1. Field of the Invention
This invention relates to circuit breakers and more particularly to an electronic circuit breaker which responds to sputtering arc faults as well as overcurrent faults and which can be combined with a ground fault detector. The invention further relates to the shared use of a di/dt current sensor by the line-to-neutral fault detector and the ground fault detector.
2. Background Information
Conventional residential circuit breakers have a thermal trip device which responds to persistent overcurrents of moderate magnitude to provide a delayed trip, and a magnetic trip device which responds instantaneously to overcurrents of large magnitude. Thus, the fault current must reach a predetermined magnitude, for example ten times rated current for the instantaneous trip to occur, or the overcurrent must sustain a predetermined average value over a given time interval to implement the delayed trip. There is a type of fault, however, which may not produce either the peak magnitude required for the instantaneous magnetic trip or the sustained average overcurrent necessary for the delayed trip, yet may pose a fire hazard. This is the intermittent or sputtering arc-type of fault. Such a fault can occur, for instance, between two conductors that are in close proximity, but not touching so that an arc is struck between the conductors. This arc can produce a temperature high enough to melt the copper in the conductor. The melted droplets of copper can ignite flammable material in the vicinity. The resistance of the wire may be high enough to limit the peak current and the ac current cyclically passes through zero to extinguish the arc so that the average current is low. Thus, the conventional circuit breaker does not respond to the fault, although a hazard exists. This is especially true in the case of a stranded wire extension cord where an individual strand can be melted at a relatively low fault current.

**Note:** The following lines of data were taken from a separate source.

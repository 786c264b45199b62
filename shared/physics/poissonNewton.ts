/**
 * NLL(θ) = Σ_k [μ_k − n_k ln μ_k] in the Cholesky parameters θ of σ = T T† (see
 * choleskyParametrisation.ts), with its gradient, exact Hessian and exact changes along a line, for
 * the damped Newton iteration in maximumLikelihood.ts. All buffers are allocated once.
 *
 * With v_k = T†ψ_k and μ_k = w_k ‖v_k‖²:
 *   ∂μ_k/∂Re T_ij = 2 w_k Re(ψ_k,i conj v_k,j),  ∂μ_k/∂Im T_ij = 2 w_k Im(ψ_k,i conj v_k,j),
 *   ∇NLL = Σ_k c_k ∇μ_k,  c_k = 1 − n_k/μ_k (1 for rows without counts),
 *   ∇²NLL = Σ_k (n_k/μ_k²) ∇μ_k ∇μ_kᵀ + ∇²_θ Tr(T† G T),  G = Σ_k c_k w_k |ψ_k⟩⟨ψ_k|,
 * where the last Hessian is block diagonal over the columns j of T: 2·[[Re G, −Im G], [Im G, Re G]]
 * on the entries i, l ≥ j.
 *
 * One instance serves every search on a measurement model: `reset` gives it the analysed states
 * in a new basis and the rank of the face. ∇μ_k is stored transposed so that the Gauss–Newton
 * part of the Hessian is a run of dot products (linalg/symmetricRankUpdate.ts).
 */
import type { PreparedCounts } from "./corrections";
import type { LinePoint, NewtonProblem } from "./linalg/dampedNewton";
import { type CMatrix, zeros } from "./linalg/complexMatrix";
import { unpackParameters } from "./choleskyParametrisation";
import { symmetricRankUpdate } from "./linalg/symmetricRankUpdate";
import { memoByKey } from "./memo";

/** The analysed states |ψ_k⟩ (index k·d + basis index) in the basis of the search. */
export interface AnalysedStates {
  dimension: number;
  rows: number;
  psiRe: Float64Array;
  psiIm: Float64Array;
}

export class PoissonNewton implements NewtonProblem {
  readonly size: number;
  readonly gradient: Float64Array;
  readonly hessian: Float64Array;
  /** Parameters of the columns j < rank of T are free; the others stay 0. */
  readonly free: Uint8Array;
  /** G at the last evaluated θ. */
  readonly g: CMatrix;
  /** Σ_k μ_k at the last evaluated θ. */
  totalExpected = 0;
  private model: AnalysedStates;
  private data: PreparedCounts;
  private readonly d: number;
  private readonly mu: Float64Array;
  private readonly coef: Float64Array;
  private readonly curvature: Float64Array;
  private readonly vRe: Float64Array;
  private readonly vIm: Float64Array;
  /** ∇μ_k transposed: dmu[p · rows + k] = ∂μ_k/∂θ_p */
  private readonly dmu: Float64Array;
  private readonly scaled: Float64Array;
  private readonly t: CMatrix;
  private readonly step: CMatrix;
  private readonly coupling: Couplings;
  private readonly lineLinear: Float64Array;
  private readonly lineQuadratic: Float64Array;
  /** Indices of the free parameters, ascending; frozen ones need only their diagonal (the shift uses the mean diagonal). */
  private active: Int32Array = new Int32Array(0);
  private frozen: Int32Array = new Int32Array(0);

  constructor(model: AnalysedStates, data: PreparedCounts, rank = model.dimension) {
    const d = model.dimension;
    this.d = d;
    this.size = d * d;
    this.model = model;
    this.data = data;
    this.free = new Uint8Array(this.size);
    this.gradient = new Float64Array(this.size);
    this.hessian = new Float64Array(this.size * this.size);
    this.mu = new Float64Array(model.rows);
    this.coef = new Float64Array(model.rows);
    this.curvature = new Float64Array(model.rows);
    this.vRe = new Float64Array(model.rows * d);
    this.vIm = new Float64Array(model.rows * d);
    this.dmu = new Float64Array(model.rows * this.size);
    this.scaled = new Float64Array(model.rows * this.size);
    this.t = zeros(d);
    this.step = zeros(d);
    this.g = zeros(d);
    this.coupling = couplings(d);
    this.lineLinear = new Float64Array(model.rows);
    this.lineQuadratic = new Float64Array(model.rows);
    this.reset(model, data, rank);
  }

  /** Same dimension and number of rows: new states (another basis), counts and rank of the face. */
  reset(model: AnalysedStates, data: PreparedCounts, rank: number): void {
    if (model.dimension !== this.d || model.rows !== this.model.rows) throw new Error("internal: PoissonNewton reused for another shape");
    this.model = model;
    this.data = data;
    const d = this.d;
    this.free.fill(0);
    for (let i = 0; i < d; i++) for (let j = 0; j <= i; j++) if (j < rank) this.free.fill(1, i * i + 2 * j, i * i + 2 * j + (j < i ? 2 : 1));
    const all = Array.from({ length: this.size }, (_, p) => p);
    this.active = Int32Array.from(all.filter((p) => this.free[p]));
    this.frozen = Int32Array.from(all.filter((p) => !this.free[p]));
  }

  /**
   * μ_k, v_k, c_k and G at θ: what the certificate needs. ∇μ_k and the gradient follow in
   * buildHessian, only when a step is taken.
   */
  evaluate(theta: Float64Array): void {
    const { d, model, data, mu, coef, curvature, vRe, vIm } = this;
    const { psiRe, psiIm } = model;
    const rows = model.rows;
    const tRe = this.t.re as Float64Array, tIm = this.t.im as Float64Array;
    unpackParameters(theta, d, tRe, tIm);
    let total = 0;
    for (let k = 0; k < rows; k++) {
      const o = k * d;
      let norm2 = 0;
      for (let j = 0; j < d; j++) {
        let ar = 0;
        let ai = 0;
        for (let i = j; i < d; i++) {
          const tr = tRe[i * d + j], ti = tIm[i * d + j];
          const pr = psiRe[o + i], pi = psiIm[o + i];
          ar += tr * pr + ti * pi;
          ai += tr * pi - ti * pr;
        }
        vRe[o + j] = ar;
        vIm[o + j] = ai;
        norm2 += ar * ar + ai * ai;
      }
      const w = data.weights[k];
      const m = w * norm2;
      mu[k] = m;
      total += m;
      const nk = data.counts[k];
      coef[k] = nk > 0 ? 1 - nk / m : 1;
      curvature[k] = nk === 0 ? 0 : nk / (m * m);
    }
    this.totalExpected = total;
    this.projectorSum();
  }

  /** ∇μ_k (stored transposed) and the gradient at the last evaluated θ. */
  private rowGradients(): void {
    const { d, model, data, coef, vRe, vIm, dmu, size, gradient } = this;
    const { psiRe, psiIm } = model;
    const rows = model.rows;
    for (let k = 0; k < rows; k++) {
      const o = k * d;
      const w = data.weights[k];
      for (let i = 0; i < d; i++) {
        const pr = 2 * w * psiRe[o + i], pi = 2 * w * psiIm[o + i];
        const base = i * i;
        for (let j = 0; j < i; j++) {
          const p = base + 2 * j;
          dmu[p * rows + k] = pr * vRe[o + j] + pi * vIm[o + j];
          dmu[(p + 1) * rows + k] = pi * vRe[o + j] - pr * vIm[o + j];
        }
        dmu[(base + 2 * i) * rows + k] = pr * vRe[o + i] + pi * vIm[o + i];
      }
    }
    for (let p = 0; p < size; p++) {
      let s = 0;
      const o = p * rows;
      for (let k = 0; k < rows; k++) s += coef[k] * dmu[o + k];
      gradient[p] = s;
    }
  }

  /** The gradient and the Hessian at the last evaluated θ. */
  buildHessian(): void {
    const { size, hessian: h, g, coupling, dmu, curvature } = this;
    const rows = this.model.rows;
    this.rowGradients();
    h.fill(0);
    symmetricRankUpdate(dmu, curvature, rows, size, h, this.scaled, this.active);
    for (const p of this.frozen) {
      let s = 0;
      const o = p * rows;
      for (let k = 0; k < rows; k++) s += curvature[k] * dmu[o + k] * dmu[o + k];
      h[p * size + p] = s;
    }
    const { target, source, sign } = coupling;
    for (let e = 0; e < target.length; e++) {
      const sg = sign[e];
      h[target[e]] += sg === 0 ? 2 * g.re[source[e]] : 2 * sg * g.im[source[e]];
    }
    for (let a = 0; a < size; a++) for (let b = 0; b < a; b++) h[b * size + a] = h[a * size + b];
  }

  /** Fixes the search direction δ: μ_k(θ + αδ) = μ_k + w_k (2α Re⟨v_k, u_k⟩ + α² ‖u_k‖²), u_k = Δ†ψ_k. */
  setDirection(delta: Float64Array): void {
    const { d, model, data, vRe, vIm, lineLinear, lineQuadratic } = this;
    const { psiRe, psiIm } = model;
    const sRe = this.step.re as Float64Array, sIm = this.step.im as Float64Array;
    unpackParameters(delta, d, sRe, sIm);
    for (let k = 0; k < model.rows; k++) {
      const o = k * d;
      let cross = 0;
      let norm2 = 0;
      for (let j = 0; j < d; j++) {
        let ar = 0;
        let ai = 0;
        for (let i = j; i < d; i++) {
          const tr = sRe[i * d + j], ti = sIm[i * d + j];
          const pr = psiRe[o + i], pi = psiIm[o + i];
          ar += tr * pr + ti * pi;
          ai += tr * pi - ti * pr;
        }
        cross += vRe[o + j] * ar + vIm[o + j] * ai;
        norm2 += ar * ar + ai * ai;
      }
      lineLinear[k] = 2 * data.weights[k] * cross;
      lineQuadratic[k] = data.weights[k] * norm2;
    }
  }

  /**
   * NLL(θ + αδ) − NLL(θ) and its first two derivatives in α, exact (log1p of the relative
   * change of each μ_k); value +∞ where some μ_k with counts would reach 0.
   */
  along(alpha: number): LinePoint {
    const { model, data, mu, lineLinear: b, lineQuadratic: c } = this;
    let value = 0;
    let slope = 0;
    let curvature = 0;
    for (let k = 0; k < model.rows; k++) {
      const dm = alpha * (b[k] + alpha * c[k]);
      const d1 = b[k] + 2 * alpha * c[k];
      const nk = data.counts[k];
      if (nk > 0) {
        const rel = dm / mu[k];
        if (!(rel > -1)) return { value: Infinity, slope: NaN, curvature: NaN };
        const m = mu[k] + dm;
        value += dm - nk * Math.log1p(rel);
        slope += d1 * (1 - nk / m);
        curvature += 2 * c[k] * (1 - nk / m) + (nk * d1 * d1) / (m * m);
      } else {
        value += dm;
        slope += d1;
        curvature += 2 * c[k];
      }
    }
    return { value, slope, curvature };
  }

  /** G = Σ_k c_k w_k |ψ_k⟩⟨ψ_k| into this.g. */
  private projectorSum(): void {
    const { d, model, data, coef, g } = this;
    const { psiRe, psiIm } = model;
    const gr = g.re as Float64Array, gi = g.im as Float64Array;
    gr.fill(0);
    gi.fill(0);
    for (let k = 0; k < model.rows; k++) {
      const c = coef[k] * data.weights[k];
      const o = k * d;
      for (let i = 0; i < d; i++) {
        const xr = c * psiRe[o + i], xi = c * psiIm[o + i];
        for (let j = 0; j <= i; j++) {
          gr[i * d + j] += xr * psiRe[o + j] + xi * psiIm[o + j];
          gi[i * d + j] += xi * psiRe[o + j] - xr * psiIm[o + j];
        }
      }
    }
    for (let i = 0; i < d; i++) {
      for (let j = 0; j < i; j++) {
        gr[j * d + i] = gr[i * d + j];
        gi[j * d + i] = -gi[i * d + j];
      }
    }
  }
}

/** Lower-triangle Hessian entries fed by G: value 2·Re G (sign 0) or 2·sign·Im G (sign ±1). */
interface Couplings {
  target: Int32Array;
  source: Int32Array;
  sign: Int8Array;
}

/** The coupling tables of dimension d, built once (they are only read). */
const couplings = memoByKey(buildCouplings);

function buildCouplings(d: number): Couplings {
  const size = d * d;
  let count = 0;
  for (let j = 0; j < d; j++) for (let i = j; i < d; i++) count += 4 * (i - j + 1);
  const target = new Int32Array(count);
  const source = new Int32Array(count);
  const sign = new Int8Array(count);
  let e = 0;
  for (let j = 0; j < d; j++) {
    for (let i = j; i < d; i++) {
      for (let l = j; l <= i; l++) {
        const src = i * d + l;
        const ar = i * i + 2 * j; // Re T_ij; Im T_ij follows when j < i
        const br = l * l + 2 * j;
        const put = (a: number, b: number, sg: number) => {
          target[e] = a >= b ? a * size + b : b * size + a;
          source[e] = src;
          sign[e++] = sg;
        };
        put(ar, br, 0);
        if (j < i && j < l) put(ar + 1, br + 1, 0);
        if (j < i) put(ar + 1, br, 1);
        if (j < l) put(ar, br + 1, -1);
      }
    }
  }
  return { target: target.subarray(0, e), source: source.subarray(0, e), sign: sign.subarray(0, e) };
}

As sufficient voltage is required to strike the arc of a sputtering arc fault, this type of fault typically occurs near the peak of the ac voltage waveform thereby resulting in a step increase in current. Switching of some residential loads also produces step increases in current. For instance, an iron which is turned on at the peak of the voltage waveform results in a step increase in current; however, the magnitude of the step is less than the rated current of the circuit breaker. In addition, inrush currents, such as those produced by starting of a motor, have a high initial value, but do not have a high rate of change of current, di/dt, as this is limited by the motor inductance.
Ground fault protection circuits provided in a separate receptacle or as part of a circuit breaker are known. One type of ground fault detector, used with a grounded neutral electrical system and known as the dormant oscillator detector, includes one sense coil on both the line and neutral conductors which detects line-to-ground faults and a second sense coil on the neutral conductor alone which senses neutral to ground faults by generating an oscillation when coupled to the first coil through the neutral-to-ground fault.
There remains a need for a circuit breaker that can distinguish between sputtering arc type faults and inrush currents.
There is also a need for such a circuit breaker which is as compact as possible.
There is an additional need for such a circuit breaker which can provide separate sensitivities to overcurrent line-to-neutral faults and sputtering arc type faults.
There is also a need for providing line-to-neutral and ground fault protection in a compact economical unit.